"""Importing the contact log's CSV layouts (revision 0012; docs/data-layouts.md, docs/contacts-and-letters.md).

Each row goes through the same checks as a form (:mod:`tracker.services.contacts`), so a file can hold
nothing a user could not enter; a refused row names the file, the spreadsheet row and the column, and
nothing is written (the caller's transaction is rolled back).  A row equal to a stored record is skipped,
so importing an exported folder again adds nothing.  Past bookings and letters are history: they are
accepted whatever today is (a form books only today or later).
"""

from __future__ import annotations

import datetime as dt
from pathlib import Path

from sqlalchemy import Connection

from tracker.io import validation
from tracker.io.columns import format_cell
from tracker.io.layouts import CONTACT_IMPORT_ORDER, CONTACT_LAYOUTS
from tracker.io.reading import InputRejected, Problem, read_table


# Service field -> layout column, per kind (for the problem's column).
_COLUMN = {
    "contact-events": {"on": "event_date", "by": "by_role", "later": "later_date"},
    "contact-wishes": {"on": "recorded_date"},
    "letters-sent": {"on": "sent_date", "to": "sent_to"},
    "external-results": {"on": "result_date"},
    "bookings": {"on": "visit_date"},
    "discharges": {"on": "discharge_date"},
}


def _plain(v):
    """A clean cell as text or None (NaN and empty: None)."""
    if v is None or (isinstance(v, float) and v != v) or (isinstance(v, str) and not v):
        return None
    return v


def _key(values, names) -> tuple:
    return tuple(format_cell(v) for v in values)


def import_contacts(conn: Connection, kind: str, path: Path, *, user: str | None = None,
                    today: dt.date | None = None, touched: set | None = None) -> dict:  # fmt: skip
    """Check and write one contact-log file inside the caller's transaction; returns the counts.
    ``touched``: the codes of the families written to are added to it (each write has already
    refreshed its family's stored recall proposals, :func:`tracker.services.contacts._after_write`)."""
    from tracker.io.export import contact_frame
    from tracker.services import contacts as SC

    today = today or dt.date.today()
    layout = CONTACT_LAYOUTS[kind]
    cells = read_table(path, layout)
    checked = validation.parse_cells(layout, path.name, cells, today)
    # A booked visit and a "contact me later" day may be ahead (the service bounds how far).
    checked.problems = [p for p in checked.problems
                        if not (p.column in ("visit_date", "later_date") and "in the future" in p.message)]
    validation.check_duplicates(checked)
    if checked.problems:
        raise InputRejected(checked.problems)
    stored = contact_frame(conn, kind)
    known = {_key(r, layout.names) for r in stored.itertuples(index=False)}
    added = already = 0
    for row_no, row in zip(checked.rows.index, checked.rows.to_dict("records")):
        v = {c: _plain(row[c]) for c in layout.names}
        for c in ("visit_date", "later_date"):  # ahead of today: the cell as written (the service checks it)
            if c in v and v[c] is None and cells.at[row_no, c] != "":
                v[c] = str(cells.at[row_no, c])
        if _key([v[c] for c in layout.names], layout.names) in known:
            already += 1
            continue
        try:
            family = _write(SC, conn, kind, v, user, today)
        except InputRejected as exc:
            p = exc.problems[0]
            column = _COLUMN[kind].get(p.column, p.column)
            raise InputRejected([Problem(path.name, int(row_no), column, p.message)]) from None
        added += 1
        if touched is not None and family:
            touched.add(family)
    return {"kind": kind, "file": path.name, "rows_read": len(checked.rows), "rows_added": added,
            "rows_already_stored": already}  # fmt: skip


def _write(SC, conn, kind: str, v: dict, user, today: dt.date) -> str | None:
    """Write one row through the service; returns the family code written to."""
    r: dict = {}
    if kind == "contact-events":
        r = SC.record_contact(conn, v["person"], on=v["event_date"], channel=v["channel"], by=v["by_role"],
                          outcome=v["outcome"], notes=v["notes"], later=v["later_date"], via=v["via"], user=user,
                          today=today)  # fmt: skip
    elif kind == "contact-wishes":
        r = SC.record_wish(conn, v["person"], wish=v["wish"], on=v["recorded_date"], via=v["via"], notes=v["notes"],
                       user=user, today=today)  # fmt: skip
        if v["ended_date"]:
            SC.end_wish(conn, v["person"], on=v["ended_date"], user=user, today=today)
    elif kind == "letters-sent":
        r = SC.record_letter_sent(conn, v["person"], kind=v["kind"], template=v["template"],
                              template_version=v["template_version"], on=v["sent_date"], to=v["sent_to"],
                              via=v["via"], notes=v["notes"], user=user, today=today, history=True)  # fmt: skip
        if v["reply_date"]:
            SC.record_letter_reply(conn, v["person"], sent_date=v["sent_date"], kind=v["kind"], on=v["reply_date"],
                                   user=user, today=today)  # fmt: skip
    elif kind == "external-results":
        r = SC.record_external_result(conn, v["person"], kind=v["kind"], on=v["result_date"], centre=v["centre"],
                                  result=v["result"], variant=v["variant"], document_ref=v["document_ref"],
                                  notes=v["notes"], user=user, today=today)  # fmt: skip
    elif kind == "bookings":
        visit = dt.date.fromisoformat(v["visit_date"])
        r = SC.record_booking(conn, v["person"], on=visit, purpose=v["purpose"], notes=v["notes"], user=user,
                          today=min(today, visit), history=True)  # fmt: skip
        if v["cancelled_date"]:
            SC.cancel_booking(conn, v["person"], visit_date=visit, on=v["cancelled_date"], user=user,
                              today=max(today, visit))  # fmt: skip
    elif kind == "discharges":
        r = SC.record_discharge(conn, v["person"], on=v["discharge_date"], advice=v["advice"], variant=v["variant"],
                                notes=v["notes"], user=user, today=today)  # fmt: skip
        if (r["acmg_class"], r["classified_on"]) != (v["acmg_class"], v["classified_on"]):
            raise InputRejected([Problem("discharge", None, "acmg_class",
                                         f"the store has the variant {r['acmg_class']} since {r['classified_on']} "
                                         f"on that day, not {v['acmg_class']} since {v['classified_on']}")])
    return r.get("family")


def import_contact_folder(conn: Connection, folder: Path, *, user: str | None = None) -> list[dict]:
    """Import every contact-log file present in ``folder`` (by layout file name), in dependency order."""
    out = []
    for kind in CONTACT_IMPORT_ORDER:
        path = folder / CONTACT_LAYOUTS[kind].file_name
        if path.exists():
            out.append(import_contacts(conn, kind, path, user=user))
    return out
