"""The fitted straight line of a per-person trend and its 95% confidence band, for drawing.

Input: one row of :func:`tracker.engines.trends.per_person_ols` (n, mean_age,
mean_value, slope, sxx, resid_sd) and the ages at which to evaluate it.  The
band is the pointwise confidence interval of the mean line,

    y(a) = ybar + b (a - abar)  +/-  t(1 - alpha/2, n - 2) * s * sqrt(1/n + (a - abar)^2 / Sxx),

the usual interval for the regression mean of ordinary least squares (any
regression text; it is the set whose inversion gives the Fieller interval of
:func:`tracker.engines.trends.project_crossings`).  It is for the mean line,
not for the next single study, which scatters further by the residual SD.
With two studies there are no residual degrees of freedom: the line is given
and the band is NaN.

Pure: numbers in, a DataFrame out.
"""

from __future__ import annotations

from collections.abc import Mapping

import numpy as np
import pandas as pd

from tracker.engines.trends import t_quantile

BAND_COLUMNS = ["age_years", "fit", "low", "high"]


def mean_line_band(ols_row: Mapping[str, float] | pd.Series, ages, level: float = 0.95) -> pd.DataFrame:
    """Fitted value and ``level`` confidence band of the mean line at ``ages`` (years); columns ``BAND_COLUMNS``."""
    a = np.asarray(ages, dtype=float)
    n = float(ols_row["n"])
    b = float(ols_row["slope"])
    abar, ybar = float(ols_row["mean_age"]), float(ols_row["mean_value"])
    sxx, s = float(ols_row["sxx"]), float(ols_row["resid_sd"])
    fit = ybar + b * (a - abar)
    if n > 2 and np.isfinite(s) and sxx > 0:
        t = t_quantile(0.5 + level / 2.0, n - 2.0)
        half = t * s * np.sqrt(1.0 / n + (a - abar) ** 2 / sxx)
    else:
        half = np.full(a.shape, np.nan)
    return pd.DataFrame({"age_years": a, "fit": fit, "low": fit - half, "high": fit + half}, columns=BAND_COLUMNS)
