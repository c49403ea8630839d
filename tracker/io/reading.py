"""Reading a CSV file into text cells, refusing what is not a well-formed CSV of the layout.

Rows are numbered as a spreadsheet shows them: the header is row 1, the first
record row 2 (a record with a quoted line break still counts as one row).
"""

from __future__ import annotations

import csv
import io
import re
from dataclasses import dataclass
from pathlib import Path

import numpy as np
import pandas as pd

from tracker.io.layouts import Layout
from tracker.regular_file import NotReadable, read_regular

MAX_FILE_BYTES = 2 * 1024**3  # 2 GiB; larger files are refused before reading
HEADER_PREFIX = 1 << 16  # characters first tried for reading the header record


@dataclass(frozen=True)
class Problem:
    """One thing wrong with an input file, located by row and column."""

    file: str
    row: int | None
    column: str | None
    message: str

    def __str__(self) -> str:
        where = self.file if self.row is None else f"{self.file}:{self.row}"
        col = f" column '{self.column}':" if self.column else ""
        return f"{where}:{col} {self.message}"


class InputRejected(Exception):
    """The file was refused; ``problems`` lists every reason found."""

    def __init__(self, problems: list[Problem]):
        self.problems = sorted(problems, key=lambda p: (p.file, p.row or 0, p.column or ""))
        super().__init__(str(self.problems[0]) if self.problems else "input rejected")


def read_table(path: Path, layout: Layout) -> pd.DataFrame:
    """Read ``path`` as text cells (stripped) with the layout's columns.

    The returned frame has one column per layout column, in layout order, and
    an integer index equal to the spreadsheet row number.
    """
    name = path.name
    try:  # regular files only: a pipe would block and a device never end
        raw = read_regular(path, MAX_FILE_BYTES)
    except NotReadable as exc:
        reason = "is a folder, not a CSV file" if exc.reason.startswith("is a folder") else exc.reason
        raise InputRejected([Problem(name, None, None, reason)]) from None
    if raw.startswith((b"\xff\xfe", b"\xfe\xff")):
        raise InputRejected([Problem(name, None, None, "file is UTF-16 text; save it as UTF-8")])
    try:
        text = raw.decode("utf-8-sig")
    except UnicodeDecodeError as exc:
        line = raw[: exc.start].count(b"\n") + 1
        raise InputRejected(
            [Problem(name, line, None, f"is not UTF-8 text (byte {exc.start}); save the file as UTF-8")]
        ) from None
    if "\x00" in text:
        raise InputRejected([Problem(name, None, None, "contains NUL bytes: not a text CSV file")])
    if not text or text.isspace():  # (not text.strip(): that copies the whole text)
        raise InputRejected([Problem(name, None, None, "file is empty (no header row)")])

    # Blank lines at the very end of a file are not records.
    # (The pattern can only match inside the trailing run of whitespace, so only that run is searched,
    # and the text is copied only when it changes: a file can be hundreds of MB.)
    del raw
    end = len(text)
    while end and text[end - 1] in " \t\r\n":
        end -= 1
    tail = re.sub(r"(?:\r?\n[ \t]*)+\Z", "\n", text[end:])
    if tail != text[end:]:
        text = text[:end] + tail
    try:
        header = _first_record(text)
    except csv.Error as exc:
        raise InputRejected([Problem(name, 1, None, f"is not well-formed CSV ({exc})")]) from None
    header = [h.strip() for h in header]
    _check_header(name, header, layout)

    frame = _read_fast(text, len(header))
    if frame is None:
        # Not certainly well-formed: the csv module finds and names the row at fault (or,
        # for an unusual but valid file, reads it).
        frame = _parse_records(name, text, len(header))
        frame = frame.astype("category")
    frame.columns = header
    frame = frame.apply(_strip)
    frame.index = pd.RangeIndex(2, 2 + len(frame))
    absent = tuple(c for c in layout.names if c not in frame.columns)
    for c in absent:  # a header-optional column left out: every cell empty
        frame[c] = pd.Categorical([""] * len(frame))
    frame = frame[layout.names]
    # The file says nothing about these columns: a stored value is not compared with them.
    frame.attrs["absent_columns"] = absent
    return frame


def _first_record(text: str) -> list[str]:
    """The header record, as ``csv`` (strict) reads it from the whole text.

    Read from a prefix of the text when that surely gives the same record (the
    reader stopped before the prefix's last line): reading a whole large file
    through ``io.StringIO`` would hold four bytes per character.
    """
    size = HEADER_PREFIX
    while size < len(text):
        part = text[:size]
        reader = csv.reader(io.StringIO(part, newline=""), strict=True)
        try:
            record = next(reader)
            if reader.line_num < len(io.StringIO(part, newline="").readlines()):
                return record
        except (csv.Error, StopIteration):
            pass  # perhaps only the cut; the whole text decides
        size *= 4
    return next(csv.reader(io.StringIO(text, newline=""), strict=True))


def _strip(column: pd.Series) -> pd.Series:
    """A categorical text column with its categories stripped (merging those that become equal)."""
    cats = column.cat.categories.to_numpy(dtype=object)
    stripped = np.array([c.strip() for c in cats], dtype=object)
    if (stripped == cats).all():
        return column
    codes, uniques = pd.factorize(stripped)
    old = column.cat.codes.to_numpy()
    new = np.where(old < 0, -1, codes[old])
    return pd.Series(pd.Categorical.from_codes(new, pd.Index(uniques, dtype=object)), index=column.index,
                     name=column.name)  # fmt: skip


# A quoted field that starts and ends at field boundaries, with "" for a quote inside it.
_QUOTED_FIELD = re.compile(r'(?:(?<=,)|(?<=\n)|\A)"(?:[^"]|"")*"(?=,|\r?\n|\Z)')


def _read_fast(text: str, width: int) -> pd.DataFrame | None:
    """All records after the header as categorical text, read by pandas' C parser.

    Returns None unless the file is certainly read exactly as the ``csv`` module
    (strict) reads it with every record of ``width`` fields: then the caller falls
    back to :func:`_parse_records`.  The conditions: no bare carriage return; every
    quote belongs to a well-formed quoted field; the C parser saw no record with
    too many fields; and the field separators outside quoted fields number exactly
    ``width - 1`` per record (so no record is short and no line is blank).
    """
    if text.count("\r") != text.count("\r\n"):
        return None
    outside = text
    if '"' in text:
        outside = _QUOTED_FIELD.sub("", text)
        if '"' in outside:
            return None
    records = outside.count("\n") + (0 if outside.endswith("\n") else 1)
    if outside.count(",") != records * (width - 1):
        return None
    try:
        frame = pd.read_csv(  # bytes, not io.StringIO: that would hold four bytes per character
            io.BytesIO(text.encode("utf-8")), encoding="utf-8", header=None, names=range(width), index_col=False,
            dtype="category", keep_default_na=False, na_filter=False, skip_blank_lines=False, engine="c",
        )  # fmt: skip
    except (pd.errors.ParserError, ValueError):
        return None
    if len(frame) != records:
        return None
    for c in frame.columns:
        cats = frame[c].cat.categories
        if len(cats) and cats.str.len().max() > csv.field_size_limit():
            return None  # the csv module refuses such a field; let it say so
    frame = frame.iloc[1:]
    return frame.reset_index(drop=True)


def _check_header(name: str, header: list[str], layout: Layout) -> None:
    expected = layout.names
    if len(header) == 1 and any(sep in header[0] for sep in (";", "\t", "|")):
        sep = next(s for s in (";", "\t", "|") if s in header[0])
        shown = {"\t": "tabs"}.get(sep, repr(sep))
        raise InputRejected(
            [Problem(name, 1, None, f"columns look separated by {shown}; the layout uses commas")]
        )
    known = [h for h in header if h in expected]
    if len(known) * 2 < len(header):
        # Most of row 1 is not column names: a file without its header row (row 1 is then a record,
        # whose names and dates are never repeated in a message).
        raise InputRejected([Problem(
            name, 1, None, f"is not a header row for {layout.kind}: {len(header) - len(known)} of its "
            f"{len(header)} cells are not column names (the first row must name the columns: "
            f"{', '.join(expected)})")])  # fmt: skip
    problems = []
    seen = set()
    for i, h in enumerate(header, start=1):
        if h in seen:
            problems.append(Problem(name, 1, _header_label(h, i), "column appears twice in the header"))
        seen.add(h)
    optional = {c.name for c in layout.columns if c.header_optional}
    missing = [c for c in expected if c not in header and c not in optional]
    for i, h in enumerate(header, start=1):
        if h in expected:
            continue
        problems.append(Problem(
            name, 1, _header_label(h, i), f"unknown column for {layout.kind} (expected: {', '.join(expected)})"))  # fmt: skip
    for c in missing:
        problems.append(Problem(name, 1, c, f"missing column for {layout.kind}"))
    if problems:
        raise InputRejected(problems)


# A header cell shown as itself: it looks like a column name (lowercase letters, digits, '_', '-', '/').
# Anything else (a name, a date: perhaps a record in place of the header) is shown by its position only.
_COLUMN_NAME = re.compile(r"[a-z][a-z0-9_/-]{0,39}")


def _header_label(cell: str, position: int) -> str:
    if not cell:
        return "(empty)"
    return cell if _COLUMN_NAME.fullmatch(cell) else f"header cell {position}"


def _parse_records(name: str, text: str, width: int) -> pd.DataFrame:
    """All records after the header as text, checking each has ``width`` fields."""
    reader = csv.reader(io.StringIO(text, newline=""), strict=True)
    try:
        next(reader)
        rows = []
        problems = []
        for rownum, rec in enumerate(reader, start=2):
            if not rec or (len(rec) == 1 and rec[0].strip() == ""):
                rec = [""] * width  # a blank line: kept so row numbers stay right, refused later
                problems.append(Problem(name, rownum, None, "is an empty row"))
            elif len(rec) != width:
                problems.append(
                    Problem(name, rownum, None, f"has {len(rec)} fields; the header has {width}")
                )
            rows.append(rec[:width] + [""] * (width - len(rec)))
    except csv.Error as exc:
        raise InputRejected(
            [Problem(name, reader.line_num, None, f"is not well-formed CSV ({exc})")]
        ) from None
    if problems:
        raise InputRejected(problems)
    return pd.DataFrame(rows, dtype=str) if rows else pd.DataFrame(columns=range(width), dtype=str)
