"""Writing the store back out in the CSV layouts (the inverse of the importer).

Free-text cells that a spreadsheet would run as a formula (starting with
``=``, ``+``, ``-``, ``@``, tab or carriage return) are written with a leading
apostrophe; the importer removes it again, so import -> export -> import is
exact and a file opened in a spreadsheet cannot run anything.
"""

from __future__ import annotations

import csv
import io
from pathlib import Path

import pandas as pd
from sqlalchemy import Connection

import re

from tracker.io.columns import PROTECTED, format_cell
from tracker.outfiles import check_output, write_output
from tracker.io.layouts import CONTACT_LAYOUTS, LAYOUTS
from tracker.store import repository as repo


def export_frame(conn: Connection, kind: str) -> pd.DataFrame:
    """The stored records of ``kind`` in its layout's clean form and column order."""
    if kind in CONTACT_LAYOUTS:
        return contact_frame(conn, kind)
    return repo.LOADERS[kind](conn)[LAYOUTS[kind].names]


def to_csv_text(frame: pd.DataFrame, kind: str) -> str:
    layout = LAYOUTS[kind]
    text_cols = {c.name for c in layout.columns if c.kind == "text"}
    out = io.StringIO()
    writer = csv.writer(out, lineterminator="\n")
    writer.writerow(layout.names)
    for rec in frame.itertuples(index=False):
        cells = []
        for name, value in zip(layout.names, rec):
            cell = format_cell(value)
            if name in text_cols and re.match(PROTECTED, cell):
                cell = "'" + cell
            cells.append(cell)
        writer.writerow(cells)
    return out.getvalue()


def write_private(path: Path, text: str) -> None:
    """Write a UTF-8 text file readable by its owner only (0600): exports hold health data."""
    write_output(path, text)


def export_kind(conn: Connection, kind: str, path: Path) -> int:
    """Write ``kind`` to ``path``; returns the number of rows written."""
    frame = export_frame(conn, kind)
    write_private(path, to_csv_text(frame, kind))
    return len(frame)


def export_all(conn: Connection, folder: Path, *, force: bool = True) -> dict[str, int]:
    """Write every kind (the contact log's six included) into ``folder`` under its layout file name
    (refuses to replace a file without ``force``)."""
    folder.mkdir(parents=True, exist_ok=True)
    for kind in LAYOUTS:
        check_output(folder / LAYOUTS[kind].file_name, force=force)
    return {kind: export_kind(conn, kind, folder / LAYOUTS[kind].file_name) for kind in LAYOUTS}


# --------------------------------------------------------------------------- the contact log (revision 0012)

CONTACT_LOADERS = {
    "contact-events": repo.load_contact_events,
    "contact-wishes": repo.load_contact_wishes,
    "letters-sent": repo.load_letters,
    "external-results": repo.load_external_results,
    "bookings": repo.load_bookings,
    "discharges": repo.load_discharges,
}


def contact_frame(conn: Connection, kind: str, scope=None) -> pd.DataFrame:
    """The stored records of a contact-log kind in its layout's column order (entered events only for
    ``contact-events``: a migrated or imported status is the people layout's contact_status)."""
    frame = CONTACT_LOADERS[kind](conn, scope)
    if kind == "contact-events" and len(frame):
        frame = frame[frame["source"] == "entered"]
    return frame[CONTACT_LAYOUTS[kind].names].reset_index(drop=True)


def export_contacts(conn: Connection, folder: Path, *, force: bool = True) -> dict[str, int]:
    """Write the six contact-log kinds into ``folder`` under their layout file names (0600)."""
    folder.mkdir(parents=True, exist_ok=True)
    for kind in CONTACT_LAYOUTS:
        check_output(folder / CONTACT_LAYOUTS[kind].file_name, force=force)
    counts = {}
    for kind, layout in CONTACT_LAYOUTS.items():
        frame = contact_frame(conn, kind)
        write_private(folder / layout.file_name, to_csv_text(frame, kind))
        counts[kind] = len(frame)
    return counts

--------------------------------------------------

WHAT TO WORK ON -
Proceeding from the line containing "a = np.asarray(ages, dtype=float)" through the line containing "of the layout.", transcribe the lines above exactly, both end lines included.

ANSWER BOX -
    a = np.asarray(ages, dtype=float)
    n = float(ols_row["n"])
    b = float(ols_row["slope"])
    abar, ybar = float(ols_row["mean_age"]), float(ols_row["mean_value"])
    sxx, s = float(ols_row["sxx"]), float(ols_row["resid_sd"])
    fit = ybar + b * (a - abar)
    if n > 2 and np.isfinite(s) and sxx > 0:
        t = t_quantile(0.5 + level / 2.0, n - 2.0)
        half = t * s * np.sqrt(1.0 / n + (a - abar) ** 2 / sxx)
    else:
        half = np.full(a.shape, np.nan)
    return pd.DataFrame({"age_years": a, "fit": fit, "low": fit - half, "high": fit + half}, columns=BAND_COLUMNS)
repository c49403ea8630839d
filename tracker/io/reading.py
"""Reading a CSV file into text cells, refusing what is not a well-formed CSV of the layout.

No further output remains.